De economische samenwerking op de as van Rotterdam via Breda/West-Brabant en Zeeland naar Antwerpen neemt toe vanwege de steeds sterkere onderlinge vervlechting op sterke sectoren als havenontwik-keling, logistiek, chemie, biobased economy en maintenance. Zo schetst de ontwerp-Havenvisie 2 030 van het Havenbedrijf Rotterdam het belang van een toenemende samenwerking op logistiek en industrieel vlak met de haven van Antwerpen. De economische samenwerking moet in breder verband worden opgepakt om gezamenlijk een sterkere positie in de mondiale concurrentie te kunnen innemen. Ook in het overleg van minister-president Rutte met zijn Vlaamse ambtgenoot Peeters van juli 2011 is dit onderwerp uitvoerig besproken. Daar is onder andere afgesproken om de grensoverschrijdende Zuidwestelijke Delta naar buiten toe als één conglomeraat te positioneren en om gezamenlijke buitenlandse missies te ondernemen. Binnen Nederland vervlechten de economische clusters van de zuidvleugel, West-Brabant en Zeeland zich ook steeds meer. Als gevolg daarvan vindt bijvoorbeeld bestuurlijk overleg plaats tussen Rotterdam, de Drechtsteden en West-Brabant in het zogenaamde Deltri-verband.

In de visie Brainport 2020 staat beschreven hoe de regio ZuidoostNederland kan uitgroeien tot een toptechnologieregio van wereldformaat. Brainport 2020 vormt een integrale en samenhangende visie en bijbehorende uitvoeringsagenda die beschrijft welke maatregelen op het terrein van onderwijs- en arbeidsmarkt, kennis en innovatie, vestigingsklimaat en ruimtelijke ontwikkeling genomen dienen te worden om deze ambitie waar te maken. Deze maatregelen vragen soms een inspanning van bedrijfsleven, soms van kennisinstellingen en soms van een decentrale overheid of van het Rijk. Vaker nog gaat het om het samenspel van deze actoren. In nagenoeg alle gevallen sluiten de voorgestelde maatregelen aan bij de nationale topsectorenaanpak.
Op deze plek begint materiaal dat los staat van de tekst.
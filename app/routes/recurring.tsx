import { useQuery } from "@tanstack/react-query";
import { useEffect, useMemo, useState } from "react";
import type { MetalTest } from "@analysis/metals/episodes";
import { METALS, type Metal, type MetalThresholds } from "@analysis/metals/reading";
import { readAnalyticsRequest } from "~/.server/analytics/request";
import { recurringReadings } from "~/.server/analytics/queries/recurring-pools";
import { FilterBar, QueryState, useSearchObject } from "~/components/analytics/filter-bar";
import { RecurringPoolChart } from "~/components/analytics/recurring-pool-chart";
import { RecurringTable } from "~/components/analytics/recurring-table";
import { Stat } from "~/components/stat";
import { TextLink } from "~/components/text-link";
import { analyticsQueries, loaderSearch, onlyOnNewPath } from "~/hooks/analytics-queries";
import { recurringQuery, toSearch } from "~/lib/analytics/params";
import { decodeReadingColumns, decodeTreatmentColumns } from "~/lib/analytics/reading-columns";
import { findRecurring } from "@analysis/metals/recurring-finder";
import { formatCount } from "~/lib/format";
import { METAL_LABELS } from "@analysis/metals/names";
import type { Route } from "./+types/recurring";

export const meta: Route.MetaFunction = () => [{ title: "Recurring metal · Patina" }];

const PARAMS = ["from", "to", "route", "metal"] as const;
const PAGE = 12;

export async function loader({ request, context }: Route.LoaderArgs) {
  const { scope, query, window, companyThresholds } = await readAnalyticsRequest(request, context, "recurring", recurringQuery, "page");
  // The first paint draws only the first pools listed at the company's levels, so only their readings
  // come with it (and the counts of the whole list); the hook fetches the readings of every pool that
  // could recur once the levels or filters move or more pools are asked for.
  const data = await recurringReadings(scope, { window, thresholds: companyThresholds, metal: query.metal ?? null }, { firstListed: PAGE });
  return { search: loaderSearch(request, PARAMS), company: companyThresholds, data };
}

export const shouldRevalidate = onlyOnNewPath;

/**
 * The elevated levels the readings are fetched for, sent with the company's
 * clear levels (kept at or below them so the request stays valid).
 */
function floorParams(floor: Record<Metal, number>, company: MetalThresholds) {
  return Object.fromEntries(
    METALS.flatMap((m) => [
      [`${m}Elevated`, floor[m]],
      [`${m}Clear`, Math.min(company[m].clear, floor[m])],
    ]),
  );
}

function LevelInputs({
  metals,
  levels,
  onChange,
}: {
  metals: readonly Metal[];
  levels: MetalThresholds;
  onChange: (next: MetalThresholds) => void;
}) {
  return (
    <fieldset className="rounded-xl border border-line bg-white p-4">
      <legend className="px-1 text-sm font-medium">Levels used on this page (mg/L)</legend>
      <div className="grid grid-cols-2 gap-3 sm:grid-cols-6">
        {metals.flatMap((metal) =>
          (["elevated", "clear"] as const).map((kind) => {
            const min = 0.001;
            const max = kind === "clear" ? levels[metal].elevated : 10;
            return (
              <label key={`${metal}-${kind}`} className="text-sm font-medium">
                {METAL_LABELS[metal]} {kind === "elevated" ? "elevated at or above" : "clear below"}
                <input
                  type="number"
                  inputMode="decimal"
                  step="0.01"
                  min={min}
                  max={max}
                  value={levels[metal][kind]}
                  onChange={(event) => {
                    const value = Number(event.target.value);
                    if (!Number.isFinite(value) || value < min || value > max) return;
                    onChange({ ...levels, [metal]: { ...levels[metal], [kind]: value } });
                  }}
                  className="mt-1 block w-full rounded-lg border border-line px-3 py-2 text-base tabular-nums"
                />
              </label>
            );
          }),
        )}
      </div>
      <p className="mt-2 text-xs text-muted">
        Recomputed here in the browser with the same episode rules as the server. Lowering an elevated level below the one the page was loaded
        with also fetches the readings of the pools that then reach it.
      </p>
    </fieldset>
  );
}

export default function Recurring({ loaderData }: Route.ComponentProps) {
  const params = useSearchObject(PARAMS);
  const { company } = loaderData;
  const companyElevated = useMemo(() => Object.fromEntries(METALS.map((m) => [m, company[m].elevated])) as Record<Metal, number>, [company]);
  const [levels, setLevels] = useState<MetalThresholds>(company);
  const [floor, setFloor] = useState(companyElevated);
  const [shown, setShown] = useState(PAGE);
  const moved = METALS.some((m) => levels[m].elevated !== company[m].elevated || levels[m].clear !== company[m].clear);
  // The loader's answer holds the first page of pools at the company's levels: enough until something moves.
  const loaderView = !moved && shown <= PAGE && toSearch(params) === loaderData.search;
  const query = useQuery({ ...analyticsQueries.recurringReadings({ ...params, ...floorParams(floor, company) }), enabled: !loaderView });
  // The loader's first page stays drawn until the full answer arrives.
  const data = loaderView ? loaderData.data : (query.data ?? loaderData.data);

  // A lower elevated level needs the readings of pools that only reach it: ask once the typing settles.
  useEffect(() => {
    const lower = METALS.some((m) => levels[m].elevated < floor[m]);
    if (!lower) return;
    const timer = setTimeout(() => setFloor((f) => Object.fromEntries(METALS.map((m) => [m, Math.min(f[m], levels[m].elevated)])) as Record<Metal, number>), 600);
    return () => clearTimeout(timer);
  }, [levels, floor]);

  const readings = useMemo(() => decodeReadingColumns(data.readings, data.metals), [data.readings, data.metals]);
  const treatments = useMemo(() => decodeTreatmentColumns(data.products, data.treatments), [data.products, data.treatments]);
  const names = useMemo(() => new Map(data.pools.map((p) => [p.poolId, p])), [data.pools]);
  const findings = useMemo(
    () => findRecurring(readings, names, { thresholds: levels, metals: data.metals, ...data.rules }),
    [readings, names, levels, data.metals, data.rules],
  );
  // A first page counts the whole list at the company's levels; a full answer is counted here.
  const counts =
    data.firstListed && !moved
      ? data.firstListed
      : { recurringPools: findings.recurringPools, chronicPools: findings.chronicPools, listedPools: findings.pools.length };
  const readingsByPool = useMemo(() => {
    const map = new Map<number, MetalTest[]>();
    for (const r of readings) {
      const list = map.get(Number(r.poolId));
      if (list) list.push(r);
      else map.set(Number(r.poolId), [r]);
    }
    return map;
  }, [readings]);
  const changed = data.metals.some((m) => levels[m].elevated !== company[m].elevated || levels[m].clear !== company[m].clear);

  return (
    <div className="space-y-6">
      <header>
        <h1 className="text-2xl font-semibold tracking-tight">Recurring metal</h1>
        <p className="text-muted">
          Pools where a metal came back within {data.rules.recurrenceWindowDays} days (recurring) or stayed up for more than{" "}
          {data.rules.chronicAfterDays} days (chronic). Find the cause before dosing again.
        </p>
      </header>
      <FilterBar metal />
      <QueryState isFetching={query.isFetching} error={query.error} />
      <LevelInputs metals={data.metals} levels={levels} onChange={setLevels} />
      {changed ? (
        <button type="button" onClick={() => setLevels(company)} className="text-sm font-medium text-verdigris-700 underline">
          Back to the company's levels
        </button>
      ) : null}

      <dl className="grid grid-cols-3 gap-3">
        <Stat label="Recurring pools" value={formatCount(counts.recurringPools)} tone={counts.recurringPools > 0 ? "alert" : "calm"} />
        <Stat label="Chronic pools" value={formatCount(counts.chronicPools)} tone={counts.chronicPools > 0 ? "alert" : "calm"} />
        <Stat label="Pools listed" value={formatCount(counts.listedPools)} />
      </dl>

      {findings.pools.length === 0 ? (
        <p className="rounded-xl border border-line bg-white p-4 text-muted">
          No pool shows a recurring or chronic episode at these levels in this window: every episode cleared within {data.rules.chronicAfterDays} days
          and none came back within a year.
        </p>
      ) : (
        <>
          <section aria-labelledby="listed-pools" className="space-y-2">
            <h2 id="listed-pools" className="text-lg font-semibold">
              Listed pools{counts.listedPools > findings.pools.length ? ` (first ${findings.pools.length} of ${counts.listedPools})` : ""}
            </h2>
            <RecurringTable pools={findings.pools} />
          </section>
          <h2 className="text-lg font-semibold">Each pool's readings and treatments</h2>
          <ol className="grid gap-4 lg:grid-cols-2">
            {findings.pools.slice(0, shown).map((pool) => (
              <li key={pool.poolId} className="space-y-1">
                <RecurringPoolChart
                  pool={pool}
                  readings={readingsByPool.get(pool.poolId) ?? []}
                  treatments={treatments.filter((t) => t.poolId === pool.poolId)}
                  thresholds={levels}
                  metals={data.metals}
                />
                <p className="text-sm">
                  <TextLink to={`/pools/${pool.poolId}`}>Open {pool.street}</TextLink>{" "}
                  <span className="text-muted">
                    · {pool.routeName ?? "no route"} · {pool.fillSourceName ?? "fill source not recorded"}
                  </span>
                </p>
              </li>
            ))}
          </ol>
        </>
      )}
      {counts.listedPools > shown ? (
        <button type="button" onClick={() => setShown((n) => n + PAGE)} className="rounded-lg border border-line bg-white px-4 py-2 font-medium">
          Show {Math.min(PAGE, counts.listedPools - shown)} more pools
        </button>
      ) : null}
    </div>
  );
}

export { ErrorPanel as ErrorBoundary } from "~/components/error-panel";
Het is om die reden dat de kabinetsreactie op deze visie onderdeel vormt van de Bedrijfslevenbrief.

5.2 Het bestuur in de Randstad

De economische ontwikkeling op de vleugels van de Randstad wordt niet bepaald door de bestuurlijke inrichting, maar behoeft wel een adequaat bestuurlijk kader om niet gehinderd en geremd te worden. Besturen in de Randstad spelen een belangrijke rol bij het bevorderen van economische groei, door ruimte te bieden aan ondernemerszin en de samenhang tussen de economische sectoren te versterken. Tal van studies (o.a. OESO, Advies Commissie Versterking Randstad/Kok, commissie-Elverding) wijzen erop dat op dit punt verandering geboden is. Het bestuur in de Randstad is te versnipperd en is daarmee verworden tot een remmende kracht voor economische dynamiek. De bestuurlijke inrichting van de Randstad behoeft daarom aparte aandacht.
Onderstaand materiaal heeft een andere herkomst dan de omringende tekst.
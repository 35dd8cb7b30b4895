import { redirect } from "react-router";
import { auth } from "~/.server/auth";
import type { Route } from "./+types/sign-out";

export async function loader() {
  return redirect("/");
}

export async function action({ request }: Route.ActionArgs) {
  const response = await auth().api.signOut({ headers: request.headers, asResponse: true });
  const headers = new Headers();
  for (const cookie of response.headers.getSetCookie()) headers.append("Set-Cookie", cookie);
  return redirect("/sign-in", { headers });
}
Uiteindelijk moeten de maatschappelijke vraagstukken binnen de Randstad met samenhangende en daadkrachtige besluitvorming en uitvoering aangepakt en opgelost worden. De realisering van een infrastructuurautoriteit op de vleugels van de Randstad, intensieve en niet-vrijblijvende samenwerking tussen de gemeenten onderling en met de provincies en opschaling van provincies in de Randstad zijn hierbij noodzakelijk en onontkoombaar. Het kabinet kiest daarbij voor een aanpak die aansluit bij reeds aanwezige dynamiek en zich bij voorrang richt op de meest urgente knelpunten.

5.2.1 Versterking van de samenwerking in de metropolitane gebieden

Om de maatschappelijke ontwikkeling in de Randstad te ondersteunen is een samenhangende aanpak nodig van opgaven op bijvoorbeeld het terrein van mobiliteit, onderwijs en innovatie, economie, ruimtelijke ordening natuur en cultuur. Gegeven de rol en de bevoegdheden van de provincie op het ruimtelijk fysieke domein en de kracht en dynamiek in de gemeenten zullen provincie en gemeenten in de Randstad daarbij tot een gezamenlijke werkwijze moeten komen.
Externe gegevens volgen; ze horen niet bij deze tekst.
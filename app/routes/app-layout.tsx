import { Form, NavLink, Outlet } from "react-router";
import { requireMember } from "~/.server/guard";
import { ErrorPanel } from "~/components/error-panel";
import { PatinaMark } from "~/components/patina-mark";
import { type Area, ROLE_LABELS, roleMayOpen } from "~/lib/roles";
import type { Route } from "./+types/app-layout";

const NAV: Array<{ to: string; label: string; area: Area }> = [
  { to: "/", label: "Home", area: "home" },
  { to: "/visit", label: "Visit", area: "visit" },
  { to: "/pools", label: "Pools", area: "pools" },
  { to: "/routes", label: "Routes", area: "routebook" },
  { to: "/sources", label: "Fill sources", area: "routebook" },
  { to: "/products", label: "Products", area: "routebook" },
  { to: "/overview", label: "Overview", area: "overview" },
  { to: "/recurring", label: "Recurring", area: "recurring" },
  { to: "/risk", label: "Risk", area: "risk" },
  { to: "/outcomes", label: "Outcomes", area: "outcomes" },
  { to: "/sources/health", label: "Source health", area: "sources" },
  { to: "/imports", label: "Imports", area: "imports" },
  { to: "/exports", label: "Exports", area: "exports" },
  { to: "/team", label: "Team", area: "team" },
  { to: "/settings", label: "Settings", area: "settings" },
  { to: "/mailbox", label: "Mailbox", area: "mailbox" },
];

export async function loader({ request }: Route.LoaderArgs) {
  const scope = await requireMember(request, "home");
  return {
    userName: scope.userName,
    role: scope.role,
    companyName: scope.companyName,
    nav: NAV.filter((item) => roleMayOpen(scope.role, item.area)),
  };
}

export default function AppLayout({ loaderData }: Route.ComponentProps) {
  const { userName, role, companyName, nav } = loaderData;
  return (
    <div className="min-h-dvh">
      <header className="border-b border-line bg-white">
        <div className="mx-auto flex max-w-5xl flex-wrap items-center gap-x-6 gap-y-2 px-4 py-3">
          <NavLink to="/" className="flex items-center gap-2" aria-label="Patina home">
            <PatinaMark className="size-8" />
            <span className="text-lg font-semibold tracking-tight">Patina</span>
          </NavLink>
          <nav aria-label="Main" className="order-3 flex w-full gap-1 overflow-x-auto sm:order-none sm:w-auto">
            {nav.map((item) => (
              <NavLink
                key={item.to}
                to={item.to}
                end={item.to === "/"}
                className={({ isActive }) =>
                  `rounded-lg px-3 py-2 text-sm font-medium ${isActive ? "bg-verdigris-100 text-verdigris-900" : "text-muted hover:bg-verdigris-50"}`
                }
              >
                {item.label}
              </NavLink>
            ))}
          </nav>
          <div className="ml-auto flex items-center gap-3 text-sm">
            <span className="hidden text-right sm:block">
              <span className="block font-medium">{userName}</span>
              <span className="block text-muted">
                {ROLE_LABELS[role]} · {companyName}
              </span>
            </span>
            <Form method="post" action="/sign-out">
              <button type="submit" className="rounded-lg border border-line px-3 py-2 font-medium hover:bg-verdigris-50">
                Sign out
              </button>
            </Form>
          </div>
        </div>
      </header>
      <main className="mx-auto max-w-5xl px-4 py-6">
        <Outlet />
      </main>
    </div>
  );
}

export function ErrorBoundary({ error }: Route.ErrorBoundaryProps) {
  return (
    <main className="mx-auto max-w-xl p-6">
      <ErrorPanel error={error} />
    </main>
  );
}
Voor wat de zuidvleugel betreft concentreert de samenwerking zich thans rond de metropoolvorming welke Den Haag en Rotterdam voor ogen staat. Het kabinet ondersteunt deze ontwikkeling met dien verstande dat de inhoudelijke richting van deze samenwerking moet passen in een gezamenlijk commitment van gemeenten en provincie voor de ontwikkeling van de gehele zuidvleugel. Gemeenten en provincie moeten hierbij op gelijkwaardige wijze inbreng hebben. Van belang is dat de gemeenten en de provincie in de zuidvleugel concrete doelen en resultaten van de samenwerking benoemen en zich gezamenlijk verantwoordelijk voelen voor de realisering daarvan. De vorming van de metropoolregio op basis van de Wgr kan dan worden gezien als logische stap om de gezamenlijke visie op de economische ontwikkeling van de zuidvleugel nader te specificeren en uit te voeren voor het gebied dat thans wordt gevormd door de stadsregio Haaglanden en de stadsregio Rotterdam. De metropoolregio Rotterdam-Den Haag biedt dan op korte termijn veel perspectief om gezamenlijke afstemming van besluitvorming en bestuurlijke slagvaardigheid te realiseren. Het kabinet verwelkomt en ondersteunt deze ontwikkelingen en zal waar nodig deze nog verder stimuleren.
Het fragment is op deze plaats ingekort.